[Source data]
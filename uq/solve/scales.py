"""The size of every state, from a pilot: what the absolute tolerances are measured by."""

from __future__ import annotations

from dataclasses import replace

import numpy as np
from numpy.typing import NDArray

from uq.model.layout import LANES, Head
from uq.solve.batch import Settings, Status
from uq.solve.compile import Compiled
from uq.solve.memory import Floats, aligned, call_group, settings_block
from uq.solve.solve import evaluate_starts, solve

FALL_BACK = 1.0


def pilot_scales(
    compiled: Compiled, x: Floats, times: Floats, start: float, settings: Settings, stop: NDArray[np.uint8] | None = None
) -> tuple[Floats, tuple[str, ...]]:
    """The scale of every state: the median over the pilot of its largest size.

    x [pilot, input]; returns scales [state] in state units and the names of the states whose scale was 0, which get 1. `settings.scales` is
    not looked at. The pilot is solved twice: with provisional scales from starts and first rates, then with those of the first time.
    Members that fail do not count, unless all do: then their starts count. Raises Interrupted soon after stop[0] is set.
    """
    starts = evaluate_starts(compiled, x)
    scales = _provisional(starts, first_rates(compiled, x, start, settings), float(times[-1]) - start)
    for _ in range(2):
        batch = solve(compiled, x, times, start, replace(settings, scales=scales), stop)
        good = batch.status == Status.ok
        largest = batch.largest[good] if good.any() else np.abs(starts)
        scales = _median(largest)
        unknown = scales == 0.0
        scales[unknown] = FALL_BACK
    return scales, tuple(name for name, fell in zip(compiled.code.states, unknown, strict=True) if fell)


def first_rates(compiled: Compiled, x: Floats, start: float, settings: Settings) -> Floats:
    """Rates [member, state] at the start, forcings at 0 (they are only a first guess of sizes)."""
    layout = compiled.layout
    group = aligned(layout.slots)
    given = settings_block(layout, replace(settings, scales=np.ones(layout.states)), 1.0, 0)
    rates = np.empty((len(x), layout.states))
    for first in range(0, len(x), LANES):
        rows = x[first : first + LANES]
        group[Head.time], group[Head.until] = start, start + 1.0
        group[layout.first_input : layout.first_input + layout.inputs, : len(rows)] = rows.T
        call_group(compiled.addresses["uq_start"], group, given)
        rates[first : first + LANES] = group[layout.first_rate : layout.first_rate + layout.states, : len(rows)].T
    return rates


def _provisional(starts: Floats, rates: Floats, length: float) -> Floats:
    """Start sizes; where they are 0, how far the first rate would lead; where that is 0 too, infinite: such a state follows the others,
    whose steps are controlled, until its size is known. If no state has a size, all get 1."""
    scales = _median(np.abs(starts))
    led = _median(np.abs(rates)) * length
    scales = np.where(scales > 0, scales, led)
    scales[~(scales > 0)] = np.inf
    return np.full_like(scales, FALL_BACK) if np.all(np.isinf(scales)) else scales


def _median(sizes: Floats) -> Floats:
    """Median over the rows of what is finite; 0 where nothing is."""
    kept = [column[np.isfinite(column)] for column in sizes.T]
    return np.array([np.median(column) if len(column) else 0.0 for column in kept])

▸ **PROBLEM STATEMENT**:
Go through the records line by line, and copy each line that holds the string "largest".

▸ **RESPONSE**:
    """The scale of every state: the median over the pilot of its largest size.
        largest = batch.largest[good] if good.any() else np.abs(starts)
        scales = _median(largest)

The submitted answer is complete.